Having supplied more than one tasty meal for mosquitos (or, as some prefer, mosquitoes), I am not their friend but couldn’t help but wonder about unintended consequences (as per Max Weber) on reading about a new patent awarded to Kansas State University (from a Nov. 12, 2014 news item on Nanowerk),
Kansas State University researchers have developed a patented method of keeping mosquitoes and other insect pests at bay.
U.S. Patent 8,841,272, “Double-Stranded RNA-Based Nanoparticles for Insect Gene Silencing,” was recently awarded to the Kansas State University Research Foundation, a nonprofit corporation responsible for managing technology transfer activities at the university. The patent covers microscopic, genetics-based technology that can help safely kill mosquitos and other insect pests.

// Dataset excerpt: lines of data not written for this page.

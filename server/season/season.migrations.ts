import { SeasonRun1796165312435 } from './migrations/1796165312435-SeasonRun';
import { VectorClockSeasons1796192751564 } from './migrations/1796192751564-VectorClockSeasons';
import { TierComputedAtIndex1796194567806 } from './migrations/1796194567806-TierComputedAtIndex';
import { TierCasesWeek1796600300000 } from './migrations/1796600300000-TierCasesWeek';
import { SeasonRunWarningsTotal1796601700000 } from './migrations/1796601700000-SeasonRunWarningsTotal';

/** Reviewed migrations of the season run and tiers. */
export const seasonMigrations: Function[] = [SeasonRun1796165312435, VectorClockSeasons1796192751564, TierComputedAtIndex1796194567806, TierCasesWeek1796600300000, SeasonRunWarningsTotal1796601700000];
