import type { UserDto } from '../../../shared/api/users.schema';

/** An account's state; shown as `users:status.<id>` in the interface language. */
export type UserStatus = 'active' | 'invitePending' | 'deactivated';

export function userStatus(user: Pick<UserDto, 'active' | 'invitePending'>): UserStatus {
  if (!user.active) return 'deactivated';
  if (user.invitePending) return 'invitePending';
  return 'active';
}

export const STATUS_CLASS: Record<UserStatus, string> = {
  active: 'status status-active',
  invitePending: 'status status-pending',
  deactivated: 'status status-deactivated',
};
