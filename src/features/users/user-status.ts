import type { UserDto } from '../../../shared/api/users.schema';

export type UserStatus = 'active' | 'invite pending' | 'deactivated';

export function userStatus(user: Pick<UserDto, 'active' | 'invitePending'>): UserStatus {
  if (!user.active) return 'deactivated';
  if (user.invitePending) return 'invite pending';
  return 'active';
}

export const STATUS_CLASS: Record<UserStatus, string> = {
  active: 'status status-active',
  'invite pending': 'status status-pending',
  deactivated: 'status status-deactivated',
};
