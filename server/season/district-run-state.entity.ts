import { Column, Entity, PrimaryColumn } from 'typeorm';

/**
 * What the last good season run saw of a district's inputs: a fingerprint of its weather, counts,
 * surveys and profiles. The incremental run recomputes only districts whose fingerprint changed.
 */
@Entity({ name: 'district_run_state' })
export class DistrictRunStateEntity {
  @PrimaryColumn({ name: 'district_id', type: 'uuid' })
  districtId: string;

  @Column({ name: 'season_year', type: 'integer' })
  seasonYear: number;

  @Column({ name: 'as_of', type: 'date' })
  asOf: string;

  @Column({ type: 'text' })
  fingerprint: string;

  @Column({ name: 'run_id', type: 'uuid' })
  runId: string;
}
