import type { DataSource } from 'typeorm';
import type { TierSettingsPreviewResponse } from '../../shared/api/tier-settings.schema';
import { computeTier, DEFAULT_TIER_SETTINGS, type DriverResult, type Tier, type TierInputs, type TierSettings } from '../../shared/tier';
import { recordAudit } from '../audit/audit.repository';
import type { Principal } from '../auth/principal';
import { TierSettingsVersionEntity } from './tier-settings-version.entity';
import { TierSettingsRepository } from './tier-settings.repository';

const num = (x: unknown): number | null => (typeof x === 'number' && Number.isFinite(x) ? x : null);
const bool = (x: unknown): boolean | null => (typeof x === 'boolean' ? x : null);

/**
 * The tier's inputs as the season run stored them in each driver's detail (the central estimate). The ages
 * of the newest weather and counts are not stored with the drivers; they only set the confidence, never the
 * tier, so the preview leaves them out.
 */
export function inputsFromDrivers(drivers: DriverResult[]): TierInputs {
  const d = (id: DriverResult['id']) => (Array.isArray(drivers) ? drivers.find((x) => x.id === id)?.detail : undefined) ?? {};
  const zone = d('cases').zone;
  return {
    climate: { rvc14: num(d('climate').rvc14), seasonOpen: bool(d('climate').seasonOpen) },
    vectorClock: { eipShare: num(d('vectorClock').eipShare), generationsRatio: num(d('vectorClock').generationsRatio) },
    larval: { breteau: num(d('larval').breteau), house: num(d('larval').house) },
    cases: {
      zone: zone === 'below' || zone === 'within' || zone === 'above' ? zone : null,
      aberrationAlarm: bool(d('cases').aberrationAlarm), growthRatio: num(d('cases').growthRatio), cases: num(d('cases').cases),
    },
    weatherAgeDays: 0,
    caseAgeWeeks: 0,
  };
}

/** The tier weights and cut points in force (the newest version), their history, and a dry run of a change. */
export class TierSettingsService {
  constructor(private readonly ds: DataSource) {}

  async current(): Promise<{ settings: TierSettings; version: number | null }> {
    const row = await this.ds.getRepository(TierSettingsVersionEntity).findOne({ where: {}, order: { id: 'DESC' } });
    return row ? { settings: row.settings, version: row.id } : { settings: DEFAULT_TIER_SETTINGS, version: null };
  }

  async history() {
    const rows = await new TierSettingsRepository(this.ds.manager).history();
    return rows.map((r) => ({
      version: r.id, settings: r.settings, changedBy: r.changed_by, changedByName: r.name, reason: r.reason, createdAt: new Date(r.created_at).toISOString(),
    }));
  }

  /**
   * The dry run: this week's stored tier inputs (the Ladder's newest week) recomputed with `settings`, and
   * the districts whose tier would change. It only reads; the season run applies a saved version.
   */
  async preview(settings: TierSettings): Promise<TierSettingsPreviewResponse> {
    const rows = await new TierSettingsRepository(this.ds.manager).newestWeekTiers();
    const changes: TierSettingsPreviewResponse['changes'] = [];
    for (const r of rows) {
      const next = computeTier(inputsFromDrivers(r.drivers), settings);
      if (next.tier !== r.tier)
        changes.push({ districtId: r.district_id, code: r.code, name: r.name, from: r.tier, to: next.tier, scoreFrom: Math.round(r.score * 10_000) / 10_000, scoreTo: next.score });
    }
    return { epiYear: rows[0]?.epi_year ?? null, epiWeek: rows[0]?.epi_week ?? null, districts: rows.length, changes };
  }

  async update(actor: Principal, settings: TierSettings, reason: string) {
    const before = await this.current();
    return this.ds.transaction(async (manager) => {
      const row = await manager.save(TierSettingsVersionEntity, manager.create(TierSettingsVersionEntity, { settings, reason, changedBy: actor.userId }));
      await recordAudit(manager, {
        actorId: actor.userId, action: 'tier-settings.updated', entity: 'tier-settings', entityId: String(row.id),
        before: before.settings, after: settings, reason,
      });
      return { version: row.id, settings };
    });
  }
}
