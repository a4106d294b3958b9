import type { EntityManager } from 'typeorm';
import { z } from 'zod';
import { TIERS, type DriverResult, type TierSettings } from '../../shared/tier';
import { parseRows, timestampColumn } from '../platform/rows';

/** jsonb written by Broodcast itself (validated when written): typed here, not re-validated. */
const settingsJson = z.custom<TierSettings>((v) => typeof v === 'object' && v !== null);
const driversJson = z.custom<DriverResult[]>((v) => Array.isArray(v));

const historyRow = z.object({
  id: z.number().int(),
  settings: settingsJson,
  changed_by: z.string().nullable(),
  name: z.string().nullable(),
  reason: z.string(),
  created_at: timestampColumn,
});
const storedTierRow = z.object({
  district_id: z.string(),
  code: z.string(),
  name: z.string(),
  epi_year: z.number().int(),
  epi_week: z.number().int(),
  tier: z.enum(TIERS),
  score: z.number(),
  drivers: driversJson,
});
export type StoredTierRow = z.infer<typeof storedTierRow>;

/** The SQL of the tier settings' history and dry run. */
export class TierSettingsRepository {
  constructor(private readonly manager: EntityManager) {}

  async history(): Promise<z.infer<typeof historyRow>[]> {
    return parseRows(historyRow, await this.manager.query(
      `SELECT v.id, v.settings, v.changed_by, u.display_name AS name, v.reason, v.created_at
         FROM tier_settings_versions v LEFT JOIN users u ON u.id = v.changed_by ORDER BY v.id DESC LIMIT 100`,
    ));
  }

  /** Every district's stored tier of the Ladder's newest week, by code. */
  async newestWeekTiers(): Promise<StoredTierRow[]> {
    return parseRows(storedTierRow, await this.manager.query(
      `WITH latest AS (SELECT epi_year, epi_week FROM district_tiers ORDER BY epi_year DESC, epi_week DESC LIMIT 1)
       SELECT t.district_id, d.code, d.name, t.epi_year, t.epi_week, t.tier, t.score, t.drivers
         FROM district_tiers t JOIN latest USING (epi_year, epi_week) JOIN districts d ON d.id = t.district_id
        ORDER BY d.code`,
    ));
  }
}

A Nov. 12, 2014 Kansas State University news release, which originated the news item, provides more detail about the research,
Kun Yan Zhu, professor of entomology; Xin Zhang, research associate in the Division of Biology; and Jianzhen Zhang, visiting scientist from Shanxi University in China, developed the technology: nanoparticles comprised of a nontoxic, biodegradable polymer matrix and insect derived double-stranded ribonucleic acid, or dsRNA. Double-stranded RNA is a synthesized molecule that can trigger a biological process known as RNA interference, or RNAi, to destroy the genetic code of an insect in a specific DNA sequence.
The technology is expected to have great potential for safe and effective control of insect pests, Zhu said.

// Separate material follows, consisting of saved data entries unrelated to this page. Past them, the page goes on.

import { Readable } from 'node:stream';
import { pipeline } from 'node:stream/promises';
import type pg from 'pg';
import { from as copyFrom } from 'pg-copy-streams';
import type { DataSource, EntityManager } from 'typeorm';
import type { SeasonInputDay } from '../../shared/model';

export interface DistrictForRun {
  id: string;
  code: string;
  lat: number | null;
  profiles: { profileId: string; biofix: string | null }[];
}

export interface CaseRow {
  districtId: string;
  diseaseId: string;
  epiYear: number;
  epiWeek: number;
  cases: number;
}

export interface SurveyRow {
  districtId: string;
  surveyDate: string;
  housesInspected: number;
  housesPositive: number;
  containersInspected: number;
  containersPositive: number;
  pupae: number | null;
}

/** What the season run reads and writes. Reads of other features' tables are plain SQL, read-only. */
export class SeasonRepository {
  constructor(private readonly ds: DataSource) {}

  async districts(): Promise<DistrictForRun[]> {
    const rows: { id: string; code: string; lat: number | null; profiles: { profileId: string; biofix: string | null }[] | null }[] =
      await this.ds.query(
        `SELECT d.id, d.code, d.centroid_lat AS lat,
                json_agg(json_build_object('profileId', dp.profile_id, 'biofix', dp.biofix) ORDER BY dp.profile_id)
                  FILTER (WHERE dp.profile_id IS NOT NULL) AS profiles
           FROM districts d LEFT JOIN district_profiles dp ON dp.district_id = d.id
          GROUP BY d.id ORDER BY d.code`,
      );
    return rows.map((r) => ({ ...r, profiles: r.profiles ?? [] }));
  }

  /**
   * A fingerprint of each district's inputs for the season: weather days, case counts of the years
   * the channel reads, surveys and profiles. md5 in the database, one pass over each table.
   */
  async fingerprints(from: string, to: string, fromYear: number): Promise<Map<string, string>> {
    const rows: { id: string; fp: string }[] = await this.ds.query(
      `WITH w AS (SELECT district_id, md5(string_agg(concat_ws(':', date, tmin, tmax, rh, filled), ',' ORDER BY date)) h
                    FROM district_weather_days WHERE date BETWEEN $1 AND $2 GROUP BY district_id),
            c AS (SELECT district_id, md5(string_agg(concat_ws(':', disease_id, epi_year, epi_week, cases), ',' ORDER BY disease_id, epi_year, epi_week)) h
                    FROM case_counts WHERE epi_year >= $3 GROUP BY district_id),
            s AS (SELECT district_id, md5(string_agg(concat_ws(':', id, houses_inspected, houses_positive, containers_inspected, containers_positive, pupae), ',' ORDER BY id)) h
                    FROM larval_surveys WHERE survey_date BETWEEN ($1::date - 28) AND $2 GROUP BY district_id),
            p AS (SELECT district_id, string_agg(concat_ws(':', profile_id, biofix), ',' ORDER BY profile_id) h
                    FROM district_profiles GROUP BY district_id)
       SELECT d.id, md5(concat_ws('|', d.centroid_lat, w.h, c.h, s.h, p.h)) AS fp
         FROM districts d
         LEFT JOIN w ON w.district_id = d.id LEFT JOIN c ON c.district_id = d.id
         LEFT JOIN s ON s.district_id = d.id LEFT JOIN p ON p.district_id = d.id`,
      [from, to, fromYear],
    );
    return new Map(rows.map((r) => [r.id, r.fp]));
  }

  async runStates(): Promise<Map<string, { fingerprint: string; asOf: string }>> {
    const rows: { district_id: string; fingerprint: string; as_of: string }[] = await this.ds.query(
      `SELECT district_id, fingerprint, to_char(as_of, 'YYYY-MM-DD') AS as_of FROM district_run_state`,
    );
    return new Map(rows.map((r) => [r.district_id, { fingerprint: r.fingerprint, asOf: r.as_of }]));
  }

  async weather(districtIds: string[], from: string, to: string): Promise<Map<string, SeasonInputDay[]>> {
    const rows: { district_id: string; date: string; tmin: number | null; tmax: number | null; rh: number | null; filled: boolean }[] =
      await this.ds.query(
        `SELECT district_id, to_char(date, 'YYYY-MM-DD') AS date, tmin, tmax, rh, filled
           FROM district_weather_days WHERE district_id = ANY($1) AND date BETWEEN $2 AND $3 ORDER BY district_id, date`,
        [districtIds, from, to],
      );
    const out = new Map<string, SeasonInputDay[]>();
    for (const r of rows) {
      let list = out.get(r.district_id);
      if (!list) out.set(r.district_id, (list = []));
      list.push({ date: r.date, tmin: r.tmin, tmax: r.tmax, rh: r.rh, filled: r.filled });
    }
    return out;
  }

  async cases(districtIds: string[], fromYear: number): Promise<CaseRow[]> {
    return this.ds.query(
      `SELECT district_id AS "districtId", disease_id AS "diseaseId", epi_year AS "epiYear", epi_week AS "epiWeek", cases
         FROM case_counts WHERE district_id = ANY($1) AND epi_year >= $2 ORDER BY epi_year, epi_week`,
      [districtIds, fromYear],
    );
  }

  async excludedYears(districtIds: string[]): Promise<Map<string, number[]>> {
    const rows: { district_id: string; disease_id: string; excluded_years: number[] }[] = await this.ds.query(
      `SELECT district_id, disease_id, excluded_years FROM case_channel_settings WHERE district_id = ANY($1)`,
      [districtIds],
    );
    return new Map(rows.map((r) => [`${r.district_id}:${r.disease_id}`, r.excluded_years]));
  }

  async surveys(districtIds: string[], from: string, to: string): Promise<SurveyRow[]> {
    return this.ds.query(
      `SELECT district_id AS "districtId", to_char(survey_date, 'YYYY-MM-DD') AS "surveyDate",
              houses_inspected AS "housesInspected", houses_positive AS "housesPositive",
              containers_inspected AS "containersInspected", containers_positive AS "containersPositive", pupae
         FROM larval_surveys WHERE district_id = ANY($1) AND survey_date BETWEEN $2 AND $3`,
      [districtIds, from, to],
    );
  }

  async previousTiers(districtIds: string[], epiYear: number, epiWeek: number) {
    const rows: { district_id: string; tier: string; score: number; drivers: unknown }[] = await this.ds.query(
      `SELECT DISTINCT ON (district_id) district_id, tier, score, drivers FROM district_tiers
        WHERE district_id = ANY($1) AND (epi_year, epi_week) < ($2, $3)
        ORDER BY district_id, epi_year DESC, epi_week DESC`,
      [districtIds, epiYear, epiWeek],
    );
    return new Map(rows.map((r) => [r.district_id, r]));
  }

  /** Replace one district's stored season in the caller's transaction: all of it or none. */
  async replaceVectorClock(manager: EntityManager, districtId: string, from: string, rows: VectorClockRows): Promise<number> {
    await manager.query('DELETE FROM vector_clock_days WHERE district_id = $1 AND date >= $2', [districtId, from]);
    if (rows.date.length === 0) return 0;
    // COPY is PostgreSQL's bulk path: one text buffer per district instead of 14 parameter arrays
    // (their serialisation cost more than the computation). The columns are 4-byte reals (compact for
    // decades of daily rows), which cannot hold values below about 1e-38: those are flushed to zero.
    const v = (x: number | null) => (x === null ? '\\N' : Math.abs(x) < 1e-30 ? '0' : String(x));
    const b = (x: boolean) => (x ? 't' : 'f');
    const lines: string[] = new Array(rows.date.length);
    for (let i = 0; i < rows.date.length; i++) {
      lines[i] = `${districtId}\t${rows.profileId[i]}\t${rows.date[i]}\t${v(rows.degreeDays[i])}\t${v(rows.cumulativeDegreeDays[i])}\t${b(rows.complete[i])}\t${v(rows.generations[i])}\t${v(rows.eipDays[i])}\t${v(rows.survival[i])}\t${v(rows.survivalThroughEip[i])}\t${v(rows.eipShare[i])}\t${v(rows.rvc[i])}\t${v(rows.rvcLow[i])}\t${v(rows.rvcHigh[i])}\t${b(rows.seasonOpen[i])}`;
    }
    const client = (manager.queryRunner as unknown as { databaseConnection: pg.PoolClient }).databaseConnection;
    const copy = client.query(copyFrom(
      `COPY vector_clock_days (district_id, profile_id, date, degree_days, cumulative_degree_days, complete, generations,
         eip_days, survival, survival_through_eip, eip_share, rvc, rvc_low, rvc_high, season_open) FROM STDIN`,
    ));
    await pipeline(Readable.from([lines.join('\n') + '\n']), copy);
    return rows.date.length;
  }
}

export interface VectorClockRows {
  profileId: string[];
  date: string[];
  degreeDays: (number | null)[];
  cumulativeDegreeDays: number[];
  complete: boolean[];
  generations: number[];
  eipDays: (number | null)[];
  survival: (number | null)[];
  survivalThroughEip: (number | null)[];
  eipShare: (number | null)[];
  rvc: (number | null)[];
  rvcLow: (number | null)[];
  rvcHigh: (number | null)[];
  seasonOpen: boolean[];
}

export const emptyVectorClockRows = (): VectorClockRows => ({
  profileId: [], date: [], degreeDays: [], cumulativeDegreeDays: [], complete: [], generations: [], eipDays: [], survival: [],
  survivalThroughEip: [], eipShare: [], rvc: [], rvcLow: [], rvcHigh: [], seasonOpen: [],
});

“For example, we can buy cockroach bait that contains a toxic substance to kill cockroaches. However, the bait could potentially harm whatever else ingests it,” Zhu said. “If we can incorporate dsRNA specifically targeting a cockroach gene in the bait rather than a toxic substance, the bait would not harm other organisms, such as pets, because the dsRNA is designed to specifically disable the function of the cockroach gene.”
Researchers developed the technology while looking at how to disable gene functions in mosquito larvae. After testing a series of unsuccessful genetic techniques, the team turned to a nanoparticle-based approach.
Once ingested, the nanoparticles act as a Trojan horse, releasing the loosely bound dsRNA into the insect gut. The dsRNA then triggers a genetic chain reaction that destroys specific messenger RNA, or mRNA, in the developing insects. Messenger RNA carries important genetic information.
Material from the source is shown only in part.